In a certain sense, then, “Gods and Generals” is akin to a docudrama.  I think here of such filmed efforts as “Tora! Tora! Tora!” (1970) and the two-part drama “Hiroshima” from 1995 (which is over three hours long but in two parts). And I believe this is the best way to judge it and to see it. For throughout its episodic nature it does exactly what it sets out to do—give a broad and panoramic view of major events occurring (albeit mostly in Virginia) in 1861 and 1862 while attempting to infuse life and believability into the history it portrays.

Both films now are roundly condemned as defending “white supremacy” and engaging in “neo-Confederate ideology,” and the celebration of “the myths of the ‘Lost Cause’.” And “Gods and Generals” gets the worst of it. Yet, in many ways, given its unfolding denouement and diverse focus, it succeeds admirably in painting vivid pictures in intimate, and at times endearing, detail of major historical characters.

Some reviewers have written, and I think rightly so, that “Gods and Generals” is in large part a biographical look, a kind of portrayal of General Thomas “Stonewall” Jackson. Indeed, much of the film revolves around him, his beliefs, his code of ethics, his brilliant and unparalleled generalship, and his remarkable humanity. Indeed, Stephen Lang’s portrayal of Jackson has been lauded, if begrudgingly, by some reviewers even if they dislike the film.

Then, there is Robert Duvall’s incarnation of Robert E. Lee, and, for me, he simply is Marse Robert, and far more impressive and “real” than Martin Sheen’s assumption in “Gettysburg,” which I found unnatural and too stagey.

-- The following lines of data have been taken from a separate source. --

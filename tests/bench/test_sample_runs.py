"""The sample campaigns are what their notes say, and their seeded scripts remake them."""

import csv
import sys
from pathlib import Path

import h5py
import numpy as np
import pytest

from workbench.capture.read import read_campaign
from workbench.quantities.mark_table import marks_of
from workbench.store.reduce import reduce

SAMPLE_RUNS = Path(__file__).resolve().parents[2] / "sample_runs"
RINGS = SAMPLE_RUNS / "rings_autumn"
BENCH = SAMPLE_RUNS / "one_ring_bench"
KINDS = SAMPLE_RUNS / "ring_kinds"


@pytest.fixture
def remake(monkeypatch):
    monkeypatch.syspath_prepend(str(SAMPLE_RUNS))
    monkeypatch.setattr(sys, "dont_write_bytecode", True)
    import make_bench
    import make_rings
    import remake

    yield remake, make_rings, make_bench
    for name in ("remake", "make_rings", "make_bench", "make_kinds", "thick_ring", "invented_alloys", "ranges"):
        sys.modules.pop(name, None)


def codes(group):
    return {name: group[name][:] for name in ("field", "induction")}


def test_rings_are_remade_to_the_same_integers(remake, tmp_path):
    remake, make_rings, _ = remake
    folder = remake.campaign_folder(tmp_path, "rings_autumn")
    make_rings.write_runs(folder)
    assert (folder / "runs.csv").read_bytes() == (RINGS / "runs.csv").read_bytes()
    for ring in ("R41b", "R63a"):
        make_rings.write_captures(folder, (ring,), at_most=5)
        name = f"captures/{ring.lower()}.h5"
        with h5py.File(folder / name) as made, h5py.File(RINGS / name) as kept:
            assert len(made) == 5
            for group in made:
                assert made[group].attrs["sample_rate"] == kept[group].attrs["sample_rate"]
                for channel, values in codes(made[group]).items():
                    np.testing.assert_array_equal(values, kept[group][channel][:])
                    assert dict(made[group][channel].attrs) == dict(kept[group][channel].attrs)


def test_bench_is_remade_to_the_same_bytes(remake, tmp_path):
    remake, _, make_bench = remake
    folder = remake.campaign_folder(tmp_path, "one_ring_bench")
    make_bench.write_runs(folder)
    make_bench.write_captures(folder, at_most=2)
    made = sorted((folder / "captures").iterdir())
    assert [path.name for path in made] == ["step-01.csv", "step-02.csv"]
    for path in [*made, folder / "runs.csv"]:
        assert path.read_bytes() == (BENCH / path.relative_to(folder)).read_bytes()


def test_kinds_are_remade_to_the_same_bytes(remake, tmp_path):
    """Texts byte by byte; of HDF5 and NPZ the arrays, since their envelope is the library's."""
    import make_kinds

    folder = remake[0].campaign_folder(tmp_path, "ring_kinds")
    make_kinds.write_runs(folder)
    make_kinds.write_captures(folder)
    files = sorted(path.relative_to(folder) for path in folder.rglob("*") if path.is_file())
    assert files == sorted(path.relative_to(KINDS) for path in KINDS.rglob("*") if path.is_file())
    for name in files:
        if name.suffix == ".npz":
            assert arrays(folder / name) == arrays(KINDS / name)
        elif name.suffix == ".h5":
            assert groups(folder / name) == groups(KINDS / name)
        else:
            assert (folder / name).read_bytes() == (KINDS / name).read_bytes()


def arrays(path):
    with np.load(path) as file:
        return {name: (file[name].dtype, file[name].tobytes()) for name in file}


def groups(path):
    with h5py.File(path) as file:
        return {
            (name, channel): (values.dtype, values.tobytes(), dict(file[name].attrs), dict(file[name][channel].attrs))
            for name in file
            for channel, values in codes(file[name]).items()
        }


def test_ranges_go_in_steps_of_one_two_five(remake):
    import ranges

    assert [ranges.smallest_range(peak) for peak in (0.7, 0.93, 1.0, 3.0, 1e-9)] == pytest.approx(
        [1.0, 2.0, 2.0, 5.0, 1e-3]
    )


def test_rings_cover_what_the_note_says():
    campaign = read_campaign(RINGS)
    alloys = [specimen.alloy for specimen in campaign.specimens.values()]
    assert len(alloys) == 6
    assert sorted(alloys.count(alloy) for alloy in set(alloys)) == [1, 1, 2, 2]
    assert all(specimen.diameter_ratio <= 1.2 for specimen in campaign.specimens.values())
    assert len({line.peak_field for line in campaign.runs}) == 10
    assert {line.frequency for line in campaign.runs} == {50, 100, 400, 1000, 2000, 5000}
    assert {line.temperature for line in campaign.runs} == {23, 80, 150}
    assert len(campaign.runs) == 6 * 10 * 6 * 3 - 4
    assert sum(path.stat().st_size for path in (RINGS / "captures").iterdir()) < 8e6


def test_every_capture_is_there():
    campaign = read_campaign(RINGS)
    groups = {}
    for path in (RINGS / "captures").iterdir():
        with h5py.File(path) as file:
            groups.update({f"captures/{path.name}#{name}": sorted(file[name]) for name in file})
    assert set(groups) == {line.capture for line in campaign.runs}
    assert all(channels == ["field", "induction"] for channels in groups.values())
    assert len(read_campaign(BENCH).runs) == len(list((BENCH / "captures").iterdir())) == 12


def capture_at(specimen, frequency, temperature, peak):
    with (RINGS / "runs.csv").open(encoding="utf-8") as file:
        for row in csv.DictReader(file):
            setting = row["specimen"], row["frequency [Hz]"], row["temperature [degC]"], row["peak_field [A/m]"]
            if setting == (specimen, str(frequency), str(temperature), str(peak)):
                name, _, group = row["capture"].partition("#")
                with h5py.File(RINGS / name) as kept:
                    return codes(kept[group])
    return None


def test_faults_are_where_the_note_says():
    clipped = capture_at("R52b", 400, 23, 100)["field"]
    assert np.sum(clipped == 8191) > 20
    assert np.sum(capture_at("R52a", 400, 23, 100)["field"] == 8191) == 0
    truncated = capture_at("R74a", 1000, 80, 180)
    assert len(truncated["induction"]) < len(truncated["field"])
    assert capture_at("R63a", 5000, 150, 180) is None
    assert capture_at("R63a", 5000, 150, 100) is not None


@pytest.mark.parametrize(("temperature", "sign"), [(80, 1), (150, -1)])
def test_leads_are_exchanged_in_the_hot_series(temperature, sign):
    # The secondary's voltage leads B by a quarter: mean(H dB) is positive for a passive specimen.
    capture = capture_at("R41b", 400, temperature, 100)
    field, voltage = (channel - channel.mean() for channel in capture.values())
    assert np.sign(np.mean(field * voltage)) == sign


def test_one_ring_is_noisier():
    def grain(specimen):
        # Second differences over a fifth of a cycle see no more than noise and a smooth wave's curvature.
        voltage = capture_at(specimen, 50, 23, 100)["induction"].astype(float)
        return np.std(np.diff(voltage, 4)) / np.sqrt(70)

    assert grain("R63a") > 4 * max(grain(ring) for ring in ("R41a", "R41b", "R52a", "R52b", "R74a"))


def test_kinds_reduce_without_failures_and_with_the_marks_of_the_note(tmp_path):
    campaign = read_campaign(KINDS)
    assert {line.kind for line in campaign.runs} == {"loop", "air", "trace", "initial"}
    assert campaign.specimens["T81"].diameter_ratio <= 1.1
    assert campaign.specimens["T82"].diameter_ratio == pytest.approx(1.6)
    assert sum(path.stat().st_size for path in KINDS.rglob("*") if path.is_file()) < 1.5e6
    store = reduce(campaign, tmp_path / "kinds.store", progress=False)
    assert store.failures.empty
    runs = store.runs
    assert runs.sizes["run"] == len(campaign.runs)
    for bits, specimen, frequency, kind in zip(
        *(runs[name].values for name in ("marks", "specimen", "frequency", "kind")), strict=True
    ):
        one_cycle = ("few cycles",) if kind == "loop" and frequency < 1 else ()
        assert marks_of(int(bits)) == (("thick ring",) if specimen == "T82" else one_cycle)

I recall viewing the film with friends from work when “Gods and Generals” first showed up in the theaters. Back then we were able to take time off from our jobs to go—but that was 2003, and with the passing of nineteen short years since then I doubt that we could get the same benevolent permission to leave work for such an activity today. And that says a lot—far too much—about how the times and the country have radically changed. From the rumbles of political correctness so visibly apparent, yet not completely dominant, of twenty years ago, to the insane and hysterical full assault on everything, and anything, in and of our Southern heritage, we have descended into a hellish cauldron in which our culture and our people face virtual extinction.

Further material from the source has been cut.